The teaching unit is taught in French.
The teaching unit is taught in English.

Outline

This document describes the planning and structure of the course: MAterials & Structures Computation by FEM (MASC-FEM).

3 ECST / 30 Hours total in 10, 3 hour sessions.

Team

Coord. Jan Neggers (jan.neggers@centralesupelec.fr, CentraleSupelec)

Juan Pablo Marquez Costa (juan-pablo.marquez_costa@ensam.eu, ENSAM Paris)

Overview

The MASC-FEM course, is aimed at providing the theoretical and mathematical background required to understand the FEM framework, how it is constructed from a PDE, and how it can be applied to material and structural computations. The course contains two parts. The first is on linear finite element methods and ends with the full development of a vector field PDE, using the isoparametric mapping for general element types with Gauss integration. The second part is on non-linear finite element methods, especially those involving non-linear material models. Introducing explicit and implicit euler time integration methods and Runge-Kutta and Newton-Raphson methods required to solve for the consistent tangent operator required to implement such non-linear material models in the linear framework from part 1. For this second part, full 3D tensor elasto-plasticity and damage models are used to demonstrate the numerical methods required when dealing with material nonlinearity..

Structure of MASC-FEM per session

Each session is 3 hours, with a variable mix of lectures and guided exercises, approximately in a 50/50 ratio.

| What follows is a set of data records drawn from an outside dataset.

std::string level_text(double level) {
  char buf[32];
  std::snprintf(buf, sizeof buf, "%g%%", 100.0 * level);
  return buf;
}

std::string plain(double v) {
  char buf[32];
  std::snprintf(buf, sizeof buf, "%g", v);
  return buf;
}

const std::string& id_of(const ObligorRecord& rec) {
  return rec.get(TextField::id);
}

// "ALD-01 Alder Freight Lines" in full, for tooltips (never cut).
std::string full_name(const ObligorRecord& rec) {
  std::string s = id_of(rec);
  if (!rec.get(TextField::name).empty()) s.append(" ").append(rec.get(TextField::name));
  return s;
}

// The full name cut to `width` characters, for chart labels (the tooltip keeps it whole).
std::string short_name(const ObligorRecord& rec, std::size_t width = 28) {
  return fit_text(full_name(rec), width);
}

// A table: header cells, then rows; cells whose text starts with '\x01' are numbers (right-aligned).
class HtmlTable {
 public:
  HtmlTable(std::string css_class, std::vector<std::string> heads)
      : css_class_(std::move(css_class)), heads_(std::move(heads)) {}
  // `attributes`: per cell, attribute text already escaped (" data-value=\"0.1\""), or empty.
  void row(const std::vector<std::string>& cells, bool numeric_from_second, std::string_view row_class = "",
           const std::vector<std::string>& attributes = {}) {
    rows_ += row_class.empty() ? "<tr>" : "<tr class=\"" + h(row_class) + "\">";
    for (std::size_t i = 0; i < cells.size(); ++i) {
      const bool numeric = numeric_from_second && i >= numeric_start_ && i < numeric_end_;
      const std::string attr = i < attributes.size() ? attributes[i] : std::string();
      rows_ += numeric ? "<td class=\"fc-num\"" + attr + ">" : "<td" + attr + ">";
      rows_ += h(cells[i]) + "</td>";
    }
    rows_ += "</tr>\n";
  }
  void numeric_from(std::size_t column, std::size_t end = 999) {
    numeric_start_ = column;
    numeric_end_ = end;
  }
  std::string str() const {
    std::string out = "<table class=\"" + h(css_class_) + "\">\n<thead><tr>";
    for (std::size_t i = 0; i < heads_.size(); ++i) {
      out += i >= numeric_start_ && i < numeric_end_ ? "<th class=\"fc-num\">" : "<th>";
      out += h(heads_[i]) + "</th>";
    }
    return out + "</tr></thead>\n<tbody>\n" + rows_ + "</tbody>\n</table>\n";
  }

 private:
  std::string css_class_;
  std::vector<std::string> heads_;
  std::string rows_;
  std::size_t numeric_start_ = 1;
  std::size_t numeric_end_ = 999;
};

std::string figure(const std::string& svg, const std::string& caption) {
  return "<figure class=\"fc-figure\">\n" + svg + "<figcaption>" + h(caption) + h(kChartCaution) +
         "</figcaption>\n</figure>\n";
}

std::string card(const std::string& label, const std::string& value, const std::string& note) {
  return "<div class=\"fc-card\"><div class=\"fc-card-label\">" + h(label) +
         "</div><div class=\"fc-card-value\">" + h(value) + "</div><div class=\"fc-card-note\">" + h(note) +
         "</div></div>\n";
}
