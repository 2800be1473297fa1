#include "parser/elaborate.h"

#include <fmt/format.h>

#include <cmath>
#include <filesystem>
#include <fstream>
#include <map>
#include <numbers>
#include <set>
#include <sstream>

#include "models/capacitor.h"
#include "models/core.h"
#include "models/inductor.h"
#include "models/winding.h"
#include "models/resistor.h"
#include "models/source_branch.h"
#include "models/sources.h"
#include "models/valve.h"
#include "parser/expression.h"
#include "parser/kinds.h"
#include "parser/layout.h"
#include "parser/netlist.h"
#include "parser/vector_group.h"

namespace lcc {
namespace {

namespace fs = std::filesystem;
using FilePtr = std::shared_ptr<const SourceFile>;

// Largest file read, a guard against pointing the tool at the wrong file.
constexpr std::uintmax_t kMaxFileBytes = std::uintmax_t{64} * 1024 * 1024;
constexpr int kMaxIncludeDepth = 32;

// The settings of one statement after checking.
struct Settings {
  std::map<std::string, double> numbers;
  std::map<std::string, std::string> words;
  std::map<std::string, std::vector<ast::Ident>> nodes;
  std::map<std::string, SourceLoc> where;

  bool has(const std::string& key) const { return where.count(key) > 0; }
  double number(const std::string& key, double fallback = 0.0) const {
    auto it = numbers.find(key);
    return it == numbers.end() ? fallback : it->second;
  }
};

struct PendingProbe {
  ast::Setting setting;
  FilePtr file;
};

std::string ConstraintText(Constraint c) {
  switch (c) {
    case Constraint::kPositive: return "greater than zero";
    case Constraint::kNonNegative: return "zero or more";
    case Constraint::kPositiveInteger: return "a whole number of 1 or more";
    case Constraint::kFraction: return "between 0 and 0.1";
    case Constraint::kPerUnit: return "greater than zero and below 1 (100 %)";
    case Constraint::kAny: return "";
  }
  return "";
}

bool Satisfies(Constraint c, double v) {
  switch (c) {
    case Constraint::kPositive: return v > 0;
    case Constraint::kNonNegative: return v >= 0;
    case Constraint::kPositiveInteger: return v >= 1 && v == std::floor(v) && v < 1e6;
    case Constraint::kFraction: return v > 0 && v <= 0.1;
    case Constraint::kPerUnit: return v > 0 && v < 1;
    case Constraint::kAny: return true;
  }
  return true;
}

// Is `key` of the form hN with 2 <= N <= 50?
int HarmonicOrder(const std::string& key) {
  if (key.size() < 2 || key.size() > 3 || key[0] != 'h') return 0;
  for (std::size_t i = 1; i < key.size(); ++i)
    if (key[i] < '0' || key[i] > '9') return 0;
  int n = std::stoi(key.substr(1));
  return n >= 2 && n <= 50 ? n : 0;
}
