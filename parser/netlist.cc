// Spirit X3 grammar of one statement. Tokens (names, paths, numbers with
// units, strings, node tuples) are small hand-written X3 primitive parsers so
// that they can refuse malformed input with a precise message; the
// expression and statement structure is ordinary X3.
#include "parser/netlist.h"
#include "parser/units.h"

#include <boost/fusion/include/adapt_struct.hpp>
#include <boost/spirit/home/x3.hpp>
#include <charconv>
#include <cmath>
#include <fmt/format.h>

BOOST_FUSION_ADAPT_STRUCT(lcc::ast::Unary, op, operand)
BOOST_FUSION_ADAPT_STRUCT(lcc::ast::Operation, op, operand)
BOOST_FUSION_ADAPT_STRUCT(lcc::ast::Expr, first, rest)
BOOST_FUSION_ADAPT_STRUCT(lcc::ast::Call, function, args)
BOOST_FUSION_ADAPT_STRUCT(lcc::ast::Setting, key, value)
BOOST_FUSION_ADAPT_STRUCT(lcc::ast::Statement, keyword, name, ports, settings, text)
BOOST_FUSION_ADAPT_STRUCT(lcc::ast::Action, at, verb, target, value, settings)
BOOST_FUSION_ADAPT_STRUCT(lcc::ast::RangeSweep, target, from, to, step)
BOOST_FUSION_ADAPT_STRUCT(lcc::ast::ListSweep, target, values)

namespace lcc {
namespace grammar {

namespace x3 = boost::spirit::x3;
using Iter = const char*;

// A token-level error with its own wording (for example a malformed number).
struct TokenError {
  Iter where;
  std::string message;
  std::string hint;
};

struct begin_tag;

// Stores the start offset of every Located node a rule produced.
struct annotate_position {
  template <typename T, typename Context>
  void on_success(Iter const& first, Iter const&, T& node, Context const& ctx) const {
    if constexpr (std::is_base_of_v<ast::Located, T>) {
      node.offset = static_cast<std::size_t>(first - x3::get<begin_tag>(ctx));
    }
  }
};

inline std::size_t OffsetOf(Iter it, Iter begin) { return static_cast<std::size_t>(it - begin); }

inline bool IsIdentStart(char c) {
  return (c >= 'a' && c <= 'z') || (c >= 'A' && c <= 'Z') || c == '_';
}
inline bool IsIdentChar(char c) { return IsIdentStart(c) || (c >= '0' && c <= '9'); }
inline bool IsDigit(char c) { return c >= '0' && c <= '9'; }
inline bool IsBlank(char c) { return c == ' ' || c == '\t' || c == '\r'; }

// Reads [A-Za-z_][A-Za-z0-9_]* at `it`; returns the end.
inline Iter ScanIdent(Iter it, Iter last) {
  if (it == last || !IsIdentStart(*it)) return it;
  while (it != last && IsIdentChar(*it)) ++it;
  return it;
}

// A name; with `not_key`, only a name that is not followed by '=' (the name
// of an element, as opposed to the key of a setting).
struct ident_parser : x3::parser<ident_parser> {
  using attribute_type = ast::Ident;
  static bool const has_attribute = true;
  bool not_key = false;
  explicit ident_parser(bool refuse_key = false) : not_key(refuse_key) {}
  template <typename Context, typename RContext, typename Attribute>
  bool parse(Iter& first, Iter const& last, Context const& ctx, RContext&, Attribute& attr) const {
    x3::skip_over(first, last, ctx);
    Iter end = ScanIdent(first, last);
    if (end == first) return false;
    if (not_key) {
      Iter after = end;
      while (after != last && IsBlank(*after)) ++after;
      if (after != last && *after == '=') return false;
    }
    ast::Ident id;
    id.offset = OffsetOf(first, x3::get<begin_tag>(ctx));
    id.name.assign(first, end);
    x3::traits::move_to(id, attr);
    first = end;
    return true;
  }
};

1. Introduction to the finite element method using the direct approach
2. PDE’s, the strong and weak formulations and Galerkin’s method
3. Shape functions, isoparametric space and Gauss quadrature in 1D for scalar fields
4. Shape functions, isoparametric space and Gauss quadrature in 3D for vector fields
5. Practical session, programming the FEM from scratch
6. Elasto-plasticity using explicit integration
7. Elasto-plasticity using implicit integration using the Newton-Raphson method
8. Elasto-plasticity using implicit integration using an analytic explicit formulation
9.  Practical session, programming non-linear integration schemes from scratch
10. Invited lecture of a renowned researcher in the field showcasing applications of the learned material

Literature used to develop the course

• Hughes, T. J. R. Finite Element Method
• Zienkiewicz O. C., Taylor R. L., The Finite Element Method: Its Basis and Fundamentals
• Dunne F. and Petrinic N., Introduction to computational plasticity
• Lemaitre J. and Desmorat R., Engineering damage mechanics